The 2018 Summer Split has been one of the most unpredictable splits in LCS history, featuring Vladimir, Yasuo, and Heimerdinger in the bot lane and Taric in the mid lane. We hope you’re a fan of them, too, because they’re going to stick around for a while—at least two more weeks of competitive play, and maybe more.
Strategies that analysts and teams thought were impossible fever dreams are now considered the strongest in the meta, such as sacrificing all of your mid lane farm to become a super-steroid for a jungler.
These strategies are the product of a long string of changes to ADCs, towers, and the jungle, and while they’re incredibly fun to watch on the pro stage, trying to keep up with them as a player, especially at the top level of play, could be incredibly frustrating. Riot is planning to mitigate some of these incredibly wild strategies with upcoming balance changes.
In theory, these changes should return some crit ADCs to the meta and some traditional mid laners to the mid lane, without ruining the possibility for non-marksman in the bot lane and strange mid laners.
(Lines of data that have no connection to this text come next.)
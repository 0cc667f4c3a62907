"""Readings become amounts of a plant day: by time, over covered running time."""

from __future__ import annotations

import time
from dataclasses import replace
from datetime import date

import numpy as np
import pytest
from scipy.integrate import quad

from recon.declare.site import Step
from recon.ingest.integrate import integrate_day
from recon.ingest.rows import Quality, Series
from recon.ingest.said import read_back
from tests.ingest.series import (
    DAY,
    HOUR,
    MINUTE,
    ON_BELT,
    RUNS,
    SIGNAL,
    TIMES,
    at_hours,
    calendar,
    day_of,
    micros,
    rate,
    series,
    site_of,
    start_of,
)

WHOLE_DAY = 288


def test_a_constant_rate_gives_rate_times_24_hours() -> None:
    days, _ = day_of([rate()], [series(np.full(WHOLE_DAY, 50.0))])
    assert days["FI-1"].amount == pytest.approx(1200.0, rel=1e-14)
    assert days["FI-1"].covered_hours == pytest.approx(24.0)
    assert days["FI-1"].mean == pytest.approx(50.0)


def test_a_step_holds_to_the_next_reading_however_uneven_they_are() -> None:
    days, _ = day_of([rate()], [at_hours([0, 1, 3, 8, 20], [10.0, 20.0, 30.0, 40.0, 50.0])])
    assert days["FI-1"].amount == pytest.approx(10 * 1 + 20 * 2 + 30 * 5 + 40 * 12 + 50 * 4)


def test_a_linear_tag_is_integrated_as_scipy_integrates_its_interpolation() -> None:
    hours = [0.0, 1.5, 4.0, 9.0, 15.5, 24.0]
    values = [10.0, 24.0, 18.0, 33.0, 21.0, 30.0]
    days, _ = day_of([rate(interpolation="linear")], [at_hours(hours, values)])
    # outside judge: adaptive quadrature of scipy over numpy's own interpolation
    expected, _ = quad(lambda h: np.interp(h, hours, values), 0, 24, points=hours[1:-1])
    assert days["FI-1"].amount == pytest.approx(expected, rel=1e-10)


def test_the_product_of_two_linear_tags_is_exact_at_the_union_of_their_times() -> None:
    f_at, f = [0.0, 5.0, 11.0, 24.0], [100.0, 80.0, 120.0, 90.0]
    q_at, q = [0.0, 3.0, 13.0, 24.0], [20.0, 31.0, 25.0, 36.0]
    flow = rate(interpolation="linear", unit="kNm3/h", chain=(TIMES,))
    strength = rate("QI-1", interpolation="linear", unit="%")
    days, _ = day_of([flow, strength], [at_hours(f_at, f), at_hours(q_at, q, "QI-1")])
    expected, _ = quad(
        lambda h: np.interp(h, f_at, f) * np.interp(h, q_at, q) / 100,
        0,
        24,
        points=[3.0, 5.0, 11.0, 13.0],
    )
    assert days["FI-1"].amount == pytest.approx(expected, rel=1e-10)


def test_a_slurry_is_multiplied_reading_by_reading_and_not_mean_by_mean() -> None:
    volume = rate(unit="m3/h", chain=(Step(by="slurry", tag="DI-1", value=2.8),))
    density = rate("DI-1", unit="t/m3")
    flows, rhos = [100.0, 300.0], [1.10, 1.40]
    days, _ = day_of([volume, density], [at_hours([0, 12], flows), at_hours([0, 12], rhos, "DI-1")])
    # V (rho - 1) s / (s - 1), twice twelve hours
    share = 2.8 / 1.8
    by_hand = 12 * (100 * 0.10 + 300 * 0.40) * share
    assert days["FI-1"].amount == pytest.approx(by_hand)
    assert days["FI-1"].amount != pytest.approx(24 * 200 * 0.25 * share)


def test_a_product_covers_only_time_in_which_both_are_known() -> None:
    flow = rate(unit="kNm3/h", chain=(TIMES,))
    strength = rate("QI-1", unit="%")
    half = series(np.full(WHOLE_DAY, 25.0), tag="QI-1", bad=range(144, WHOLE_DAY))
    days, _ = day_of([flow, strength], [series(np.full(WHOLE_DAY, 80.0)), half])
    assert days["FI-1"].covered_hours == pytest.approx(12.0)
    assert days["FI-1"].amount == pytest.approx(12 * 80 * 0.25)


def test_the_value_in_force_at_the_start_is_carried_in() -> None:
    before = at_hours([-1.0], [40.0])
    after = at_hours([6.0, 12.0, 18.0], [60.0, 60.0, 60.0])
    together = at_hours([-1.0, 6.0, 12.0, 18.0], [40.0, 60.0, 60.0, 60.0])
    site = site_of(rate())
    one, _ = integrate_day(site, calendar(), DAY, {"FI-1": after}, {"FI-1": before})
    two, _ = integrate_day(site, calendar(), DAY, {"FI-1": together})
    assert one[0].amount == pytest.approx(6 * 40 + 18 * 60)
    assert one == two


@pytest.mark.parametrize(
    ("day", "hours"), [(date(2026, 3, 28), 23.0), (date(2026, 10, 24), 25.0), (DAY, 24.0)]
)
def test_days_have_23_24_or_25_hours(day: date, hours: float) -> None:
    # plant days begin at 06:00, so the clock changes within the day before the Sunday's cut
    start = start_of(day)
    readings = series(np.full(12 * 26, 10.0), first=start - HOUR // 2)
    days, _ = day_of([rate()], [readings], day=day)
    assert days["FI-1"].day_hours == hours
    assert days["FI-1"].amount == pytest.approx(10.0 * hours)


def test_bad_readings_are_gaps_and_never_zeros() -> None:
    days, findings = day_of([rate()], [series(np.full(WHOLE_DAY, 50.0), bad=range(72))])
    assert days["FI-1"].covered_hours == pytest.approx(18.0)
    assert days["FI-1"].mean == pytest.approx(50.0)
    assert days["FI-1"].bad == 72
    assert {"bad-quality", "gap"} <= {f.code for f in findings}


def test_uncertain_readings_count_and_are_said() -> None:
    readings = series(np.full(WHOLE_DAY, 50.0))
    readings.quality[:100] = Quality.UNCERTAIN
    days, findings = day_of([rate()], [readings])
    assert days["FI-1"].covered_hours == pytest.approx(24.0)
    assert [f.code for f in findings if f.code == "uncertain-quality"]


def test_a_reading_out_of_range_is_set_aside_with_its_value() -> None:
    values = np.full(WHOLE_DAY, 50.0)
    values[100:104] = 4200.0
    days, findings = day_of([rate(low=0.0, high=120.0)], [series(values)])
    assert days["FI-1"].mean == pytest.approx(50.0)
    (found,) = [f for f in findings if f.code == "out-of-range"]
    assert "4 readings lie outside 0 to 120 t/h, the furthest 4200 t/h" in found.text


def test_a_tag_that_went_silent_is_not_held_for_the_rest_of_the_day() -> None:
    days, findings = day_of([rate()], [series(np.full(36, 50.0))])  # three hours, then nothing
    assert days["FI-1"].covered_hours == pytest.approx(3.0, abs=1.0)
    assert [f.code for f in findings if f.code == "gap"]


def test_a_tag_silent_since_yesterday_is_not_covered() -> None:
    days, _ = day_of([rate()], [at_hours([-2.0], [50.0])])
    assert (days["FI-1"].amount, days["FI-1"].covered_hours) == (None, 0.0)


def test_only_running_time_counts() -> None:
    values = np.full(WHOLE_DAY, 50.0)
    values[72:144] = 1.3  # a zero shift shows while the stream stands
    signal = at_hours([-5.0, 6.0, 12.0], [1.0, 0.0, 1.0], "RUN")
    days, findings = day_of([ON_BELT, SIGNAL], [series(values), signal], streams=[RUNS])
    assert days["RUN"].amount == pytest.approx(18.0)
    assert days["FI-1"].running_hours == pytest.approx(18.0)
    assert days["FI-1"].amount == pytest.approx(18 * 50.0)
    (shift,) = [f for f in findings if f.code == "zero-shift"]
    assert "reads 1.3 t/h (median) while its stream stands" in shift.text


def test_a_run_signal_that_did_not_change_holds_all_day() -> None:
    signal = at_hours([-100.0], [0.0], "RUN")
    days, _ = day_of([ON_BELT, SIGNAL], [series(np.zeros(WHOLE_DAY)), signal], streams=[RUNS])
    assert (days["RUN"].covered_hours, days["RUN"].amount) == (24.0, 0.0)
    assert days["FI-1"].running_hours == 0.0


def test_findings_travel_with_the_tag_day() -> None:
    values = np.full(WHOLE_DAY, 50.0)
    values[100] = 4200.0
    days, findings = day_of([rate(high=120.0)], [series(values)])
    again = read_back(days["FI-1"].said, None)
    assert tuple(again) == tuple(findings)
    assert {f.period for f in read_back(days["FI-1"].said, 14)} == {14}


def test_cutting_readings_finer_changes_nothing() -> None:
    rng = np.random.default_rng(5)
    values = rng.uniform(10, 90, WHOLE_DAY)
    coarse, _ = day_of([rate()], [series(values)])
    fine, _ = day_of([rate()], [series(np.repeat(values, 5), every=MINUTE)])
    assert fine["FI-1"].amount == pytest.approx(coarse["FI-1"].amount, rel=1e-12)


def test_another_unit_scales_the_amount_and_nothing_else() -> None:
    rng = np.random.default_rng(6)
    values = rng.uniform(10, 90, WHOLE_DAY)
    tonnes, _ = day_of([rate()], [series(values)])
    kilos, _ = day_of([rate(unit="kg/h")], [series(values * 1000)])
    assert kilos["FI-1"].amount == pytest.approx(1000 * (tonnes["FI-1"].amount or 0), rel=1e-12)
    assert kilos["FI-1"].covered_hours == tonnes["FI-1"].covered_hours


def test_days_of_a_long_series_add_up_to_its_integral() -> None:
    rng = np.random.default_rng(8)
    values = rng.uniform(10, 90, 5 * WHOLE_DAY)
    whole = series(values)
    total = 0.0
    for k in range(5):
        days, _ = day_of([rate()], [whole], day=date(2026, 1, 14 + k))
        total += days["FI-1"].amount or 0.0
    assert total == pytest.approx(float(values.sum()) / 12, rel=1e-12)


def test_readings_flow_at_millions_a_second() -> None:
    rng = np.random.default_rng(9)
    day = series(rng.uniform(10, 90, 1440), every=MINUTE)
    tags = [f"FI-{i}" for i in range(200)]
    site = site_of(*(rate(tag) for tag in tags))
    readings = {tag: replace(day, tag=tag) for tag in tags}
    integrate_day(site, calendar(), DAY, readings)
    begun = time.process_time()
    integrate_day(site, calendar(), DAY, readings)
    speed = 200 * 1440 / (time.process_time() - begun)
    assert speed > 2e5  # a tenth of what an idle core does, so a busy machine does not fail


def test_a_reading_from_the_future_is_set_aside() -> None:
    readings = series(np.full(WHOLE_DAY, 50.0))
    ahead = readings.known_at.copy()
    ahead[200:210] = readings.at[200:210] - HOUR
    days, findings = day_of([rate()], [replace(readings, known_at=ahead)])
    assert days["FI-1"].bad == 10
    (found,) = [f for f in findings if f.code == "future-reading"]
    assert "up to 1.00 h after they became known" in found.text


def test_micros_of_a_day_start_are_its_instant() -> None:
    assert start_of() == micros(calendar().start(DAY))
    assert isinstance(series([1.0]), Series)
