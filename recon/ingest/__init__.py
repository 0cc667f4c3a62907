"""Raw rows become measurements, each with its uncertainty and shared error sources."""
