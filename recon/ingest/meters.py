"""Amounts of rates and totalisers: mean over covered running time times running time."""

from __future__ import annotations

from dataclasses import dataclass
from typing import TYPE_CHECKING

import numpy as np

from recon.ingest.chain import convert
from recon.ingest.context import FULL
from recon.ingest.decided import decide, in_canonical
from recon.ingest.reading import Reading, together
from recon.ingest.sources import shared_pulls

if TYPE_CHECKING:
    from datetime import date

    from recon.declare.site import Instrument
    from recon.ingest.context import Context
    from recon.ingest.inputs import Inputs
    from recon.ingest.rows import TagDay

LEAST_SPREAD = 0.10
"""Smallest relative spread assumed for the rate in a gap (planning value)."""


@dataclass(frozen=True, kw_only=True)
class Running:
    """
    How long a stream ran.

    Attributes
    ----------
    hours : float
        Running time of the day [h].
    stands : bool
        Its signal was off all day.
    """

    hours: float
    stands: bool


def running(context: Context, stream: str | None, day: date) -> Running:
    """
    Say how long a stream ran on a day.

    A stream without a run signal runs all day. Where the signal itself is not covered for half of
    the day the stream is taken to run, with a finding.
    """
    length = context.hours(day)
    declared = context.version(day).stream.get(stream or "")
    if declared is None or declared.run_signal is None:
        return Running(hours=length, stands=False)
    signal = context.tag_days.get((declared.run_signal, day))
    if signal is None or signal.amount is None or signal.covered_hours < FULL * length:
        covered = 0.0 if signal is None else signal.covered_hours
        context.find(
            "run-signal-missing",
            declared.run_signal,
            f"{declared.run_signal}, {day}: covered {covered:.1f} of {length:g} h; the streams it "
            "speaks for are taken to run all day. Restore the signal.",
            day=day,
        )
        return Running(hours=length, stands=False)
    ran = length * signal.amount / signal.covered_hours
    return Running(hours=ran, stands=ran == 0.0)


def metered(context: Context, inputs: Inputs, instrument: Instrument, day: date) -> Reading | None:
    """
    Give a rate's or totaliser's amount of a day.

    Returns
    -------
    Reading or None
        None where the stream stands, the day is covered less than half (a finding), or the chain
        lacks a value.
    """
    ran = running(context, instrument.stream, day)
    if ran.stands:
        return None
    tag_day = context.tag_days.get((instrument.tag, day))
    read = _mean(context, instrument, tag_day, ran.hours, day)
    hours = ran.hours if instrument.kind == "rate" else 1.0
    decided = decide(context, instrument.tag, day, read if read is None else read / hours)
    if decided.raw is None:
        return None
    raw = decided.raw * hours
    converted = convert(context, instrument, day, raw, lambda tag: inputs.on(tag, day))
    if converted is None:
        return None
    usable = tag_day is not None and not decided.overridden
    coverage = _coverage(tag_day, ran.hours) if usable and tag_day is not None else 1.0
    gap = max(0.0, 1.0 - coverage) * abs(converted.value) * _spread(context, instrument, day)
    per_offset = converted.per_unit * (ran.hours if instrument.kind == "rate" else 1.0)
    return Reading(
        tag=instrument.tag,
        day=day,
        raw=raw,
        value=converted.value,
        days=((day, ran.hours),),
        pulls=together(
            (*shared_pulls(context, instrument, day, per_unit=per_offset), *converted.pulls)
        ),
        coverage=coverage,
        gap=gap,
        moisture=converted.moisture,
        estimated=converted.estimated,
        evidence=(*((tag_day.chunk,) if tag_day else ()), *converted.evidence),
        corrections=(
            *in_canonical(decided.corrections, converted.per_unit * hours),
            *converted.corrections,
        ),
        set_aside=decided.set_aside,
        held=decided.held,
    )


def _coverage(tag_day: TagDay, hours: float) -> float:
    return min(1.0, tag_day.covered_hours / hours) if hours else 1.0


def _mean(
    context: Context, instrument: Instrument, tag_day: TagDay | None, hours: float, day: date
) -> float | None:
    """Amount of the day [unit x h, or unit]: mean over covered running time x running time."""
    covered = 0.0 if tag_day is None else tag_day.covered_hours
    if tag_day is None or tag_day.amount is None or covered < FULL * hours or covered == 0.0:
        context.find(
            "unmeasured",
            instrument.tag,
            f"{instrument.tag}, {day}: covered {covered:.1f} h of {hours:.1f} h running, less than "
            "half; the day is unmeasured. Check the tag and its source.",
            day=day,
        )
        return None
    if covered < 0.995 * hours:
        context.find(
            "partly-covered",
            instrument.tag,
            f"{instrument.tag}, {day}: covered {covered:.1f} h of {hours:.1f} h running; the rest "
            "is filled with the covered mean and its uncertainty is raised.",
            day=day,
        )
    return tag_day.amount / covered * hours


def _spread(context: Context, instrument: Instrument, day: date) -> float:
    """Relative spread of the tag's daily means, robust, at least a planning value."""
    means = [
        t.mean
        for d in context.all_days
        if d <= day and (t := context.tag_days.get((instrument.tag, d))) is not None and t.mean
    ]
    if len(means) < 3:
        return LEAST_SPREAD
    middle = float(np.median(means))
    off = float(np.median(np.abs(np.array(means) - middle)))
    # 1.4826: median absolute deviation to standard deviation of a normal law
    return max(LEAST_SPREAD, 1.4826 * off / abs(middle)) if middle else LEAST_SPREAD
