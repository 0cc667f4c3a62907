"""Stocks: the items of one survey document combined, before they are rolled to a cut."""

from __future__ import annotations

from collections import defaultdict
from dataclasses import dataclass
from typing import TYPE_CHECKING

from recon.ingest.chain import convert
from recon.ingest.decided import decide, in_canonical
from recon.ingest.inputs import Input, own_u
from recon.ingest.laboratory import canonical
from recon.ingest.reading import Error, Pull, Reading, together
from recon.ingest.rows import RowKind
from recon.ingest.sources import shared_pulls
from recon.ingest.stages import highest

if TYPE_CHECKING:
    from datetime import date, datetime

    from recon.declare.site import Instrument
    from recon.ingest.context import Context
    from recon.ingest.rows import Record


@dataclass(frozen=True, kw_only=True)
class Surveyed:
    """
    What one survey document says of one place at one time.

    Attributes
    ----------
    place, document : str
    at : datetime
    readings : tuple of Reading
        Of each instrument of the place that the document has an item for, as found, not rolled.
    """

    place: str
    document: str
    at: datetime
    readings: tuple[Reading, ...]


def surveyed(context: Context) -> list[Surveyed]:
    """Combine survey documents, in time order; what cannot be used becomes a finding."""
    groups: dict[tuple[str, str], dict[str, list[Record]]] = defaultdict(lambda: defaultdict(list))
    for row in context.records[RowKind.SURVEY]:
        groups[row.subject, row.document][row.item].append(row)
    found = []
    for (place, document), items in sorted(groups.items()):
        at = max(r.true_to for rows in items.values() for r in rows)
        day = context.day_of(at)
        version = context.version(day)
        if not any(n.name == place and n.stock for n in version.site.nodes):
            context.find(
                "unknown-place",
                place,
                f"Survey {document}: {place!r} is not a stock place of the site; its "
                f"{len(items)} items are set aside. Correct the document or declare the place.",
                day=day,
            )
            continue
        readings = [
            reading
            for instrument in version.site.instruments
            if instrument.kind == "survey"
            and instrument.node == place
            and instrument.analyte in items
            and (reading := _reading(context, instrument, document, at, items)) is not None
        ]
        found.append(Surveyed(place=place, document=document, at=at, readings=tuple(readings)))
    return sorted(found, key=lambda s: (s.at, s.place, s.document))


def _reading(
    context: Context,
    instrument: Instrument,
    document: str,
    at: datetime,
    items: dict[str, list[Record]],
) -> Reading | None:
    day = context.day_of(at)
    best, values = highest(context, instrument, items[str(instrument.analyte)])
    read = None if best is None else values[best.stage]
    decided = decide(context, instrument.tag, day, read)
    if decided.raw is None:
        return None

    def lookup(tag: str) -> Input | None:
        return _item(context, tag, document, day, items)

    converted = convert(context, instrument, day, decided.raw, lookup)
    if converted is None:
        return None
    return Reading(
        tag=instrument.tag,
        day=day,
        document=document,
        raw=decided.raw,
        value=converted.value,
        days=((day, 24.0),),
        pulls=together(
            (
                *shared_pulls(context, instrument, day, per_unit=converted.per_unit),
                *converted.pulls,
            )
        ),
        moisture=converted.moisture,
        estimated=converted.estimated,
        stage=best.stage if best else "",
        evidence=(*((best.natural_key,) if best else ()), *converted.evidence),
        corrections=(
            *in_canonical(decided.corrections, converted.per_unit),
            *converted.corrections,
        ),
        set_aside=decided.set_aside,
        held=decided.held,
    )


def _item(
    context: Context, tag: str, document: str, day: date, items: dict[str, list[Record]]
) -> Input | None:
    """Give a second value as found in the same survey document."""
    instrument = context.version(day).instrument[tag]
    best, values = highest(context, instrument, items.get(str(instrument.analyte), []))
    if best is None:
        context.find(
            "missing-input",
            tag,
            f"{tag}: survey {document} has no usable {instrument.analyte}; what is computed with "
            "it has no number. Complete the survey document.",
            day=day,
        )
        return None
    read = values[best.stage]
    decided = decide(context, tag, day, read)
    if decided.set_aside or decided.raw is None:
        return None
    factor = canonical(instrument)
    own = own_u(instrument, read, ())
    error = Error(name=f"{tag} {document}", first=day, u=own, own=True)
    value = decided.raw * factor
    pulls = [Pull(error=error, factor=factor, relative=False)] if own > 0 else []
    pulls += [
        Pull(error=p.error, factor=p.factor * (value if p.relative else 1.0), relative=False)
        for p in shared_pulls(context, instrument, day, per_unit=factor)
    ]
    return Input(
        tag=tag,
        value=value,
        as_read=read * factor,
        pulls=together(pulls),
        evidence=(best.natural_key,),
        corrections=decided.corrections,
    )
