"""One tag's day as the screens see it: its readings, where they are known, when the stream ran."""

from __future__ import annotations

from dataclasses import dataclass
from datetime import UTC, date, datetime, timedelta
from functools import cached_property
from typing import TYPE_CHECKING

import numpy as np

from recon.findings import Finding, Severity
from recon.ingest.pieces import usual_interval

if TYPE_CHECKING:
    from numpy.typing import NDArray

    from recon.declare.site import Instrument
    from recon.ingest.pieces import Flags, Instants, Pieces, Values
    from recon.plant_time import Calendar


@dataclass(frozen=True, kw_only=True)
class Sight:
    """
    One tag's day, as the screens see it.

    Attributes
    ----------
    start, end : int
        The day [UTC microseconds].
    at, value, quality, known_at : ndarray
        Its readings with those carried in, shape (n,).
    usable : ndarray
        Which of them count, shape (n,).
    known, running : Pieces
        Where a value is known, and where the stream ran.
    has_signal, is_signal : bool
        The stream has a run signal; the tag is one.
    """

    instrument: Instrument
    calendar: Calendar
    day: date
    start: int
    end: int
    at: Instants
    value: Values
    quality: NDArray[np.int8]
    known_at: Instants
    usable: Flags
    known: Pieces
    running: Pieces
    has_signal: bool
    is_signal: bool

    @cached_property
    def inside(self) -> Flags:
        """Readings of the day itself, shape (n,)."""
        return np.asarray((self.at >= self.start) & (self.at < self.end))

    @cached_property
    def ran(self) -> Flags:
        """Readings at which the stream ran, shape (n,)."""
        spans = self.running
        if len(spans.begin) == 1 and (spans.begin[0], spans.end[0]) == (self.start, self.end):
            return self.inside
        if not len(spans.begin):
            return np.zeros(len(self.at), dtype=np.bool_)
        place = np.searchsorted(spans.begin, self.at, side="right") - 1
        return np.asarray((place >= 0) & (self.at < spans.end[np.maximum(place, 0)]))

    @cached_property
    def runs(self) -> tuple[Instants, Values]:
        """Instants and usable values up to the day's end while the stream ran."""
        mine = self.usable & self.ran & (self.at < self.end)
        return self.at[mine], self.value[mine]

    @cached_property
    def interval(self) -> int:
        """Usual time between readings [microseconds]."""
        return usual_interval(self.at)

    def clock(self, micros: int) -> str:
        """Give an instant in plant time, for sentences."""
        instant = datetime(1970, 1, 1, tzinfo=UTC) + timedelta(microseconds=micros)
        return f"{self.calendar.local(instant):%F %H:%M}"

    def say(
        self,
        code: str,
        text: str,
        *evidence: tuple[str, str],
        severity: Severity = Severity.WARNING,
    ) -> list[Finding]:
        """Make one finding about this tag and day."""
        return [
            Finding(
                code=code,
                subject=self.instrument.tag,
                text=f"{self.instrument.tag}, {self.day}: {text}",
                severity=severity,
                evidence=evidence,
            )
        ]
The changes include damage buffs to key abilities on crit marksmen, like Twitch’s Contaminate and Vayne’s Silver Bolts, as well as nerfs aimed at gold funneling for Master Yi and Nunu.
Unless the changes are hotfixed into the game, the earliest we’ll see them go live is Patch 8.13 next week. The LCS operates on a one-week delay for patches, which means there will be two more full weeks of LCS gameplay before the meta changes much at all. That would be week four of the split, nearly halfway until playoffs.
There are a number of factors that could result in major delays of these changes, too. For starters, the most realistic one would be Riot deciding that the changes would do more harm than good, and then it would ultimately delay their release so the changes could be tested and tweaked more. This happens often to balance changes, especially larger, heavy-handed ones.
If the changes were delayed even one more patch, gold funneling and non-crit bot lanes would dominate the meta for at least another two weeks in the LCS, which means week six would be the first week with the changes in-play. There’s also the possibility that the changes simply don’t do enough, and the current meta carries on strong long after their release.
This type of action will last around two more weeks on the LCS stage—possibly more. At least no one can say this split is boring to watch.